Variational Autoencoders (VAEs)

← Back to Glossary

Variational Autoencoders (VAEs)

Variational Autoencoders (VAEs) are a type of generative model that leverage deep learning techniques to learn a probabilistic representation of data. VAEs are particularly useful for tasks such as unsupervised learning, dimensionality reduction, and generating new samples from the learned data distribution. In this glossary entry, we will discuss the key concepts and components of VAEs, including the encoder, decoder, latent space, and the variational inference technique used for training.

Encoder

The encoder is a neural network that takes an input data point and maps it to a lower-dimensional latent space. The encoder learns to approximate the posterior distribution of the latent variables given the input data, denoted as q(z|x). In VAEs, the encoder outputs two sets of parameters: the mean (μ) and the log variance (log(σ²)) of a Gaussian distribution. These parameters define the distribution of the latent variables for a given input data point.

Latent Space

The latent space is a lower-dimensional representation of the input data, where each point in the latent space corresponds to a unique encoding of an input data point.
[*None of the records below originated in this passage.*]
/**
 * One scenario run against the simulated bench over whichever link the test
 * opened (PTY or TCP), so both transports are held to the same checks.
 *
 * Expected values come from the theory engine (app/circuit solveAc) applied
 * to the design with the generator's 50 Ω source resistance added in series
 * (voltage-divider model of a generator output, handbook), and the sine
 * relations Vrms = Vpk/√2 (handbook formula).
 */
import { expect } from 'vitest';
import { openInstrument, type OpenedInstrument } from '../../../app/bench';
import { parseDesign, solveAc, type Design } from '../../../app/circuit';
import type { SimulatedBench } from '../../../app/sim';
import { sineFit3 } from '../../../app/signal';
import { degreesFromRadians } from '../../../app/units';

export const TEST_DESIGN_JSON = {
  name: 'Integration test: inverting low-pass, gain −10, corner ≈ 1.06 kHz (invented)',
  input: 'in',
  output: 'out',
  parts: [
    { id: 'R1', type: 'resistor', nodes: ['in', 'inv'], value: '1k' },
    { id: 'R2', type: 'resistor', nodes: ['inv', 'out'], value: '10k' },
    { id: 'C1', type: 'capacitor', nodes: ['inv', 'out'], value: '15n' },
    { id: 'U1', type: 'opamp', nodes: ['0', 'inv', 'out'], model: { openLoopGain: 1e5, gbw: 1e6, slewRate: 5e5, rails: [-12, 12] } },
  ],
};

/** Theory: complex transfer from generator EMF (behind 50 Ω) to a node. */
export function theoryFromEmf(design: Design, node: string, frequencyHz: number): { gain: number; phaseDeg: number } {
  const withSource: Design = {
    ...design,
    input: 'emf',
    output: node,
    parts: [...design.parts, { id: 'RS', type: 'resistor', nodes: ['emf', design.input], value: 50 }],
  };
  const response = solveAc(withSource, Float64Array.of(frequencyHz));
  return { gain: Math.hypot(response.re[0], response.im[0]), phaseDeg: degreesFromRadians(Math.atan2(response.im[0], response.re[0])) };
}

/**
 * Least-squares amplitude and phase of a sine at a known frequency (IEEE Std 1057 three-parameter
 * form, app/signal sineFit3): phaseDeg is φ of A·cos(2πf·t + φ) (only differences are compared), with
 * the largest residual from the fitted sine.
 */
export function fitSine(samplesV: Float64Array, intervalS: number, frequencyHz: number): { amplitudeV: number; phaseDeg: number; residualMaxV: number } {
  const fit = sineFit3({ samplesV, sampleIntervalS: intervalS, frequencyHz });
  let residualMaxV = 0;
  for (let i = 0; i < samplesV.length; i++) {
    const fittedV = fit.amplitudeV * Math.cos(2 * Math.PI * frequencyHz * i * intervalS + fit.phaseRad) + fit.offsetV;
    residualMaxV = Math.max(residualMaxV, Math.abs(samplesV[i] - fittedV));
  }
  return { amplitudeV: fit.amplitudeV, phaseDeg: degreesFromRadians(fit.phaseRad), residualMaxV };
}

export interface OpenedBench {
  generator: OpenedInstrument<'generator'>;
  meter: OpenedInstrument<'meter'>;
  scope: OpenedInstrument<'scope'>;
  close(): Promise<void>;
}

export async function openBench(bench: SimulatedBench): Promise<OpenedBench> {
  const generator = await openInstrument(bench.addresses.generator, 'generator', 'scpi-generator', { maxStimulusVpp: 2 });
  const meter = await openInstrument(bench.addresses.meter, 'meter', 'scpi-meter');
  const scope = await openInstrument(bench.addresses.scope, 'scope', 'scpi-scope');
  return {
    generator,
    meter,
    scope,
    close: async () => {
      for (const instrument of [generator, meter, scope]) await instrument.close().catch(() => undefined);
    },
  };
}

/** The checks every transport must pass. */
export async function runBenchScenario(bench: SimulatedBench): Promise<void> {
  const design = parseDesign(TEST_DESIGN_JSON);
  const opened = await openBench(bench);
  try {
    const { generator, meter, scope } = opened;
    for (const instrument of [generator, meter, scope]) expect(instrument.identity.manufacturer).toMatch(/simulated/);

    // Generator: set and read back the frequency.
    const frequencyHz = 1000;
    const amplitudeVpp = 1;
    await generator.control.configureSine({ frequencyHz, amplitudeVpp, offsetV: 0 });
    await generator.control.setOutput(true);
    expect(await generator.control.readFrequencyHz()).toEqual({ value: frequencyHz, flag: 'ok' });
    await generator.control.configureSine({ frequencyHz: 1234.5, amplitudeVpp, offsetV: 0 });
    expect((await generator.control.readFrequencyHz()).value).toBe(1234.5);
    await generator.control.configureSine({ frequencyHz, amplitudeVpp, offsetV: 0 });
    await bench.clock.sleepS(0.01); // ≫ 7τ (τ = R2·C1 = 150 µs)

    // Meter: AC RMS of the output against theory (high-Z setting: EMF = displayed amplitude).
    const out = theoryFromEmf(design, 'out', frequencyHz);
    const expectedRmsV = (out.gain * amplitudeVpp) / 2 / Math.SQRT2;
    await meter.control.setIntegration(0.1);
    const rms = await meter.control.readAcRmsV();
    expect(rms.flag).toBe('ok');
    // 0.3 %: stratified-sampling scatter of the simulated meter plus its 300 kHz bandwidth (5e−6 at 1 kHz).
    expect(Math.abs(rms.value / expectedRmsV - 1)).toBeLessThan(3e-3);
    const dc = await meter.control.readDcV();
    expect(Math.abs(dc.value)).toBeLessThan(0.01);

    // Scope: both channels of one acquisition; amplitude and phase against theory; block intact.
    const input = theoryFromEmf(design, 'in', frequencyHz);
    await scope.control.setupChannels({ 1: 0.2, 2: 1 });
    await scope.control.setTimebase(5 / frequencyHz);
    await scope.control.acquire();
    const ch1 = await scope.control.fetchWaveform(1);
    const ch2 = await scope.control.fetchWaveform(2);
    expect(ch1.samplesV.length).toBe(2000);
    expect(ch1.sampleIntervalS).toBeCloseTo(5 / frequencyHz / 2000, 12);
    expect(ch1.clipped || ch2.clipped).toBe(false);
    const fit1 = fitSine(ch1.samplesV, ch1.sampleIntervalS, frequencyHz);
    const fit2 = fitSine(ch2.samplesV, ch2.sampleIntervalS, frequencyHz);
    expect(Math.abs(fit1.amplitudeV / ((input.gain * amplitudeVpp) / 2) - 1)).toBeLessThan(1e-3);
    expect(Math.abs(fit2.amplitudeV / ((out.gain * amplitudeVpp) / 2) - 1)).toBeLessThan(1e-3);
    const measuredPhaseDeg = ((fit2.phaseDeg - fit1.phaseDeg + 540) % 360) - 180;
    const theoryPhaseDeg = ((out.phaseDeg - input.phaseDeg + 540) % 360) - 180;
    expect(Math.abs(measuredPhaseDeg - theoryPhaseDeg)).toBeLessThan(0.1);
    // A corrupted or mis-framed byte would leave a residual far above one 16-bit code (5·V/div/32000).
    expect(fit2.residualMaxV).toBeLessThan((5 * 1) / 32000);
    expect(fit1.residualMaxV).toBeLessThan((5 * 0.2) / 32000);

    // Both channels in one program message (units separated by ';', IEEE 488.2 §8.4.1, recalled from
    // memory): the same preamble and the same samples as the per-channel reads, in one round trip.
    const both = await scope.control.fetchBoth();
    expect([...both[1].samplesV]).toEqual([...ch1.samplesV]);
    expect([...both[2].samplesV]).toEqual([...ch2.samplesV]);
    expect([both[1].sampleIntervalS, both[2].sampleIntervalS]).toEqual([ch1.sampleIntervalS, ch2.sampleIntervalS]);

    // The raw block: binary, containing bytes equal to LF and CR, delivered whole and identical on refetch.
    const raw1 = await scope.session.queryBlock('TRACe:DATA? CH2');
    const raw2 = await scope.session.queryBlock('TRACe:DATA? CH2');
    expect(raw1.length).toBe(4000);
    expect(raw1.includes(0x0a) || raw1.includes(0x0d)).toBe(true);
    expect(Buffer.from(raw1).equals(Buffer.from(raw2))).toBe(true);

    // The shipped profile has no scope-side measurements: SCPI-1999 has no peak-to-peak or phase query for a digitizer.
    expect(scope.control.measureAmplitudeVpp).toBeUndefined();

    // Nothing went wrong on the way.
    for (const instrument of [generator, meter, scope]) expect(await instrument.session.drainErrors()).toEqual([]);
  } finally {
    await opened.close();
  }
}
VAEs assume that the data can be generated by sampling from a continuous and differentiable distribution in the latent space. This assumption allows VAEs to generate new data points by sampling from the latent space and decoding the samples back into the original data space.

Decoder

The decoder is another neural network that takes a point in the latent space and maps it back to the original data space. The decoder learns to approximate the likelihood of the data given the latent variables, denoted as p(x|z). In VAEs, the decoder outputs the parameters of a distribution in the data space, which can be used to reconstruct the input data point from the latent space representation.

Variational Inference

Variational inference is a technique used to approximate intractable posterior distributions in Bayesian models. In the context of VAEs, variational inference is used to optimize the encoder and decoder networks by minimizing the difference between the true posterior distribution p(z|x) and the approximate posterior distribution q(z|x) learned by the encoder. This difference is measured using the Kullback-Leibler (KL) divergence, which quantifies the dissimilarity between two probability distributions.
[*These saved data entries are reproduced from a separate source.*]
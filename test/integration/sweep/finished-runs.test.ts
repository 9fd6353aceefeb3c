/**
 * A finished run is nobody's: after a sweep ends, `rolloff runs` lists it with
 * no driver and the store holds no owner for it; a finished run stored earlier
 * with its owner still recorded is listed with no driver either.
 */
import { afterAll, describe, expect, it } from 'vitest';
import { spawnSync } from 'node:child_process';
import { writeFileSync } from 'node:fs';
import { join, resolve } from 'node:path';
import { SqliteStore } from '../../../app/store';
import { makeDesignFromTemplate } from '../../../app/circuit/templates';
import { tempFolder } from './helpers';

const ROOT = resolve(__dirname, '../../..');
const BIN = join(ROOT, 'app/cli/bin.mjs');

describe('finished runs in rolloff runs', () => {
  const folder = tempFolder();
  afterAll(() => folder.remove());

  it('are listed without a driver, also when stored earlier with their owner still recorded', async () => {
    const designPath = join(folder.path, 'lowpass.json');
    const dbPath = join(folder.path, 'runs.sqlite');
    writeFileSync(designPath, JSON.stringify(makeDesignFromTemplate('inverting-lowpass', {})));
    const sweep = spawnSync(process.execPath, [BIN, 'sweep', '--design', designPath, '--label', 'finished', '--simulated', '--time-scale', '50',
      '--max-stimulus', '1', '--db', dbPath, '--per-decade', '3', '--no-refine'], { encoding: 'utf8', timeout: 60_000 });
    expect(sweep.status, sweep.stderr).toBe(0);

    // A run finished while its owner was recorded (as stored before finished runs were released), and one still running, owned.
    const store = SqliteStore.open(dbPath);
    const [swept] = await store.listRuns();
    expect(swept.status).toBe('done');
    expect(await store.getRunOwnership(swept.id)).toBeUndefined(); // released when it ended
    const sweptRun = await store.getRun(swept.id);
    const { owner: _owner, ...asNew } = sweptRun;
    const earlier = await store.createRun({ ...asNew, benchName: 'lab-old', scheduleId: null });
    const running = await store.createRun({ ...asNew, benchName: 'lab-old', scheduleId: null });
    const owner = { ownerId: `old:${process.pid}:x`, pid: process.pid, host: 'this host', label: 'an older rolloff' };
    for (const run of [earlier, running]) await store.claimRun(run.id, owner, 10_000);
    await store.updateRunStatus(earlier.id, 'done');
    await store.updateRunStatus(running.id, 'running');
    await store.close();

    const listed = spawnSync(process.execPath, [BIN, 'runs', '--db', dbPath], { encoding: 'utf8', timeout: 30_000 });
    expect(listed.status, listed.stderr).toBe(0);
    expect(listed.stdout).not.toMatch(new RegExp(`\\nrun (${swept.id}|${earlier.id}):`)); // no "done, driven by …"
    expect(listed.stdout).toMatch(new RegExp(`\\nrun ${running.id}: running, driven by an older rolloff pid ${process.pid} on this host, heartbeat \\d+ s ago\\n`)); // the same wording does show a live driver
    const json = spawnSync(process.execPath, [BIN, 'runs', '--json', '--db', dbPath], { encoding: 'utf8', timeout: 30_000 });
    const owners = Object.fromEntries((JSON.parse(json.stdout) as Array<{ id: number; owner: unknown }>).map((r) => [r.id, r.owner]));
    expect(owners[swept.id]).toBeNull();
    expect(owners[earlier.id]).toBeNull();
    expect(owners[running.id]).toMatchObject({ label: 'an older rolloff', pid: process.pid });
  }, 90_000);
});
The objective function for VAEs, known as the Evidence Lower BOund (ELBO), consists of two terms: the reconstruction loss and the KL divergence. The reconstruction loss measures the difference between the input data and the reconstructed data, while the KL divergence measures the difference between the true and approximate posterior distributions. By maximizing the ELBO, VAEs learn to generate accurate reconstructions of the input data while maintaining a smooth and continuous latent space.

Training VAEs

Training VAEs involves optimizing the encoder and decoder networks using stochastic gradient descent (SGD) or other optimization algorithms. During training, the encoder network takes an input data point and outputs the parameters of the approximate posterior distribution q(z|x). A sample is then drawn from this distribution and passed through the decoder network to generate a reconstruction of the input data point. The ELBO is computed for each data point, and the gradients of the ELBO with respect to the network parameters are used to update the encoder and decoder networks.
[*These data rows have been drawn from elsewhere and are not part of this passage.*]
/**
 * Honest pipelining: the runner overlaps link traffic with settling, but the
 * instruments must never capture before the plan's settle time has passed
 * since the stimulus last changed, nor while it changes. Checked against the
 * simulated bench's own record (its clock) of when the generator changed and
 * which time spans the scope and meter sampled — not against the runner's
 * bookkeeping. A realistic link (3 ms per reply) over TCP on 127.0.0.1, real
 * time, as in test/bench/sweep-efficiency.ts. Rule: settle = the plan's
 * settleS (app/sweep/plan/settle.ts); expected values are our own definition.
 *
 * The runner cannot see the change itself: it counts settling from the
 * generator's acknowledgement, which arrives one reply latency (3 ms) after
 * the change, and later still when the event loop is busy or the machine
 * loaded (the simulated bench runs in this process). A second check holds
 * the runner to that rule: each capture starts at least the settle time
 * after the generator's last acknowledgement on the link (the service's
 * traffic events, timed on the bench's clock as they arrive).
 *
 * Two circuits. A fast one (settle 10 ms, the instruments' own; real time)
 * keeps the pipeline busy: read-back, fits and the store commit overlap the
 * settling, so captures start later than settling needs and a cut would hide
 * in that slack. A slow one (settle ≈ 140 ms, far above the pipeline's own
 * gap), with bench time at a tenth of real time so that link latency and a
 * loaded machine's lateness shrink tenfold against it, makes the settle wait
 * the last thing before each capture: there both checks are sharp, and with
 * the settle waits cut 3 ms short (a test-only clock) both fail, on the scope
 * path and on the meter path, while the same sweeps with the full waits pass.
 */
import { afterAll, beforeAll, describe, expect, it } from 'vitest';
import { join } from 'node:path';
import { makeDesignFromTemplate } from '../../../app/circuit/templates';
import type { BenchClock } from '../../../app/bench';
import type { RolloffService } from '../../../app/service/service';
import { openServiceAt } from '../../../app/service/open-service';
import type { SweepRequest } from '../../../app/contract/contract';
import { startSimulatedBench, type GeneratorOutput, type SimulatedBench } from '../../../app/sim';
import { medianOfSorted } from '../../../app/numeric';
import { tempFolder } from './helpers';

interface Window {
  startS: number;
  endS: number;
}

/**
 * The bench's record, in its own clock: every generator change, every span the scope or meter sampled,
 * and when each of the generator's replies reached the service.
 */
class BenchRecord {
  readonly changesS: number[] = [];
  readonly acknowledgedS: number[] = [];
  windows: Window[] = [];

  constructor(private readonly bench: SimulatedBench) {
    const { model, clock } = bench;
    const setGenerator = model.setGenerator.bind(model);
    model.setGenerator = (output: GeneratorOutput) => {
      this.changesS.push(clock.nowS()); // read before the change: never later than the model's own change time
      setGenerator(output);
    };
    const sample = model.sample.bind(model);
    model.sample = (node, startS, intervalS, count) => {
      this.windows.push({ startS, endS: startS + count * intervalS });
      return sample(node, startS, intervalS, count);
    };
    const sampleStratified = model.sampleStratified.bind(model);
    model.sampleStratified = (node, startS, durationS, count) => {
      this.windows.push({ startS, endS: startS + durationS });
      return sampleStratified(node, startS, durationS, count);
    };
  }

  /** Notes the arrival of the generator's replies: the service emits them as they come in, before the runner sees them. */
  listen(service: RolloffService): void {
    service.on('traffic', (entry) => {
      if (entry.role === 'generator' && entry.direction === 'received') this.acknowledgedS.push(this.bench.clock.nowS());
    });
  }

  /** Windows that start less than `settleS` after a change, or during which the stimulus changed. */
  violations(settleS: number): Window[] {
    return this.windows.filter((w) => this.changesS.some((changeS) => changeS > w.startS - settleS && changeS < w.endS));
  }

  /**
   * Per capture (the windows after one reference time), how much later than `settleS` after the last change
   * (or the last acknowledgement) before it the capture started; negative: too early.
   */
  marginsS(settleS: number, from: 'change' | 'acknowledgement'): number[] {
    const references = from === 'change' ? this.changesS : this.acknowledgedS;
    const firstStart = new Map<number, number>();
    for (const w of this.windows) {
      const referenceS = Math.max(...references.filter((t) => t <= w.startS));
      firstStart.set(referenceS, Math.min(firstStart.get(referenceS) ?? Infinity, w.startS));
    }
    return [...firstStart].map(([referenceS, startS]) => startS - referenceS - settleS);
  }
}

interface BenchUnderTest {
  bench: SimulatedBench;
  record: BenchRecord;
  service: RolloffService;
  buildId: number;
}

interface BenchOptions {
  /** Bench seconds per wall second (default 1, real time). */
  timeScale?: number;
  /** The service's clock, made from the bench's (default: real time). */
  clockFor?: (bench: SimulatedBench) => BenchClock;
  /** The meter's aperture, bench seconds (default the service's 0.1 s). */
  meterIntegrationS?: number;
}

/**
 * For the enclosing describe: the simulated bench of `designFile` (3 ms of wall time per reply over TCP), its
 * record, and a service with its instruments connected and one build.
 */
function benchUnderTest(designFile: unknown, options: BenchOptions = {}): BenchUnderTest {
  const folder = tempFolder();
  const context = {} as BenchUnderTest;
  beforeAll(async () => {
    const bench = await startSimulatedBench({ design: designFile, tcpPort: 0, timeScale: options.timeScale ?? 1, latencyS: 0.003, noiseVrms: 1e-4 });
    context.bench = bench;
    context.record = new BenchRecord(bench);
    const service = await openServiceAt(join(folder.path, 'settle.sqlite'), {
      maxStimulusVpp: 1,
      clock: options.clockFor?.(bench),
      meterIntegrationS: options.meterIntegrationS,
    });
    context.service = service;
    context.record.listen(service);
    const design = await service.saveDesign(designFile);
    context.buildId = (await service.createBuild({ designId: design.id, label: 'settle check', notes: '', actualValues: {} })).id;
    for (const role of ['generator', 'meter', 'scope'] as const) await service.connect({ role, address: bench.addresses[role], profileId: `scpi-${role}` });
  });
  afterAll(async () => {
    await context.service?.close();
    await context.bench?.stop();
    folder.remove();
  });
  return context;
}

function request(buildId: number, measurement: 'scope' | 'meter', pointsPerDecade = 5): SweepRequest {
  return {
    buildId, kind: 'ac', from: 1e3, to: 1e5, pointsPerDecade, spacing: 'log', amplitude: { mode: 'auto' },
    measurement, minCycles: 5, averages: 1, refine: false, operator: 'settle check', notes: '',
  };
}

/** Runs the sweep to the end; returns the plan's settle time, the longest of its steps. */
async function sweep(service: RolloffService, wanted: SweepRequest): Promise<{ settleS: number; steps: number }> {
  const plan = await service.planSweep(wanted);
  const run = await service.startRun(wanted);
  expect(await service.waitForRun(run.id)).toBe('done');
  return { settleS: Math.max(...plan.steps.map((s) => s.settleS)), steps: plan.steps.length };
}

describe('the runner never acquires before the settle time since the last stimulus change (busy pipeline, 10 ms settle)', () => {
  const context = benchUnderTest(makeDesignFromTemplate('inverting-lowpass', {}));

  for (const measurement of ['scope', 'meter'] as const) {
    it(`${measurement}: every capture starts ≥ settle after the last change, and nothing changes during it`, async () => {
      const { record, service, buildId } = context;
      record.windows = [];
      const { settleS, steps } = await sweep(service, request(buildId, measurement));
      // Every point was captured (scope: two channels per capture; meter: slices of each reading).
      expect(record.windows.length).toBeGreaterThanOrEqual(steps);
      expect(record.violations(settleS)).toEqual([]);
      expect(Math.min(...record.marginsS(settleS, 'acknowledgement'))).toBeGreaterThanOrEqual(0);
      // The pipeline runs close to the physics: asking for 50 ms more settling than the plan does (10 ms)
      // finds captures that would have been too early.
      expect(record.violations(settleS + 0.05).length).toBeGreaterThan(0);
    });
  }
});

describe('a runner that settles a few ms too little is caught (slow circuit: settle far above the pipeline gap)', () => {
  /** How much the cut runner leaves out of each settle wait, bench seconds. */
  const CUT_S = 0.003;
  /**
   * Bench time at a tenth of real time: the link's 3 ms per reply and a loaded machine's lateness (timers and
   * replies up to ~15 ms late at load average 22 on 2 cores) shrink tenfold in bench time, so the runner's
   * margin stays well under the cut however busy the machine, while settling (in bench time) is unchanged.
   */
  const TIME_SCALE = 0.1;
  /** The service's clock: the bench's, with every settle wait cut short by `cutS` while it is above 0 (test only). */
  let cutS = 0;
  const cutShort = (bench: SimulatedBench): BenchClock => ({
    timeScale: bench.clock.timeScale,
    nowS: () => bench.clock.nowS(),
    // In a sweep the runner sleeps only to settle (app/sweep/runner/applied-stimulus.ts).
    sleepS: (seconds) => bench.clock.sleepS(Math.max(0, seconds - cutS)),
  });
  // High-pass corner 1/(2π·RN·CN) ≈ 8 Hz, τ = RN·CN = 20 ms: settle −ln(0.001)·τ ≈ 138 ms; 1–100 kHz is its pass band.
  // A 20 ms meter aperture (bench time) keeps the wall time of the meter sweeps down.
  const context = benchUnderTest(makeDesignFromTemplate('inverting-highpass', { rn: 1e3, cn: 20e-6, rf: 10e3 }), {
    timeScale: TIME_SCALE,
    clockFor: cutShort,
    meterIntegrationS: 0.02,
  });

  for (const measurement of ['scope', 'meter'] as const) {
    it(`${measurement}: with the full settle waits it passes; with each wait ${CUT_S * 1e3} ms short it fails`, async () => {
      const { record, service, buildId } = context;
      const wanted = request(buildId, measurement, 2); // 5 points, 1 kHz to 100 kHz
      cutS = 0;
      record.windows = [];
      const honest = await sweep(service, wanted);
      expect(honest.settleS).toBeGreaterThan(0.13); // the circuit's, not the instruments' 10 ms
      expect(record.violations(honest.settleS)).toEqual([]);
      const margins = record.marginsS(honest.settleS, 'acknowledgement');
      expect(margins.length).toBe(honest.steps);
      expect(Math.min(...margins)).toBeGreaterThanOrEqual(0);
      // The settling is far above the pipeline's own gap: the runner waits it out and captures right after, the
      // margin being the timer's lateness and the capture command's trip to the instrument.
      expect(medianOfSorted([...margins].sort((a, b) => a - b))).toBeLessThan(CUT_S);

      cutS = CUT_S;
      record.windows = [];
      const cut = await sweep(service, wanted);
      cutS = 0;
      // Both checks now fail: captures start up to the cut too early, after the change the bench recorded and
      // after the acknowledgement the runner counts from.
      expect(record.violations(cut.settleS).length).toBeGreaterThan(0);
      const early = record.marginsS(cut.settleS, 'acknowledgement').filter((marginS) => marginS < 0);
      expect(early.length).toBeGreaterThan(cut.steps / 2);
      expect(Math.min(...early)).toBeGreaterThanOrEqual(-CUT_S);
    });
  }
});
In summary, Variational Autoencoders (VAEs) are powerful generative models that learn a probabilistic representation of data using deep learning techniques. VAEs consist of an encoder and a decoder network, which map data points between the original data space and a lower-dimensional latent space. The training of VAEs is based on the variational inference technique, which optimizes the encoder and decoder networks by minimizing the difference between the true and approximate posterior distributions. VAEs have numerous applications in unsupervised learning, dimensionality reduction, and data generation.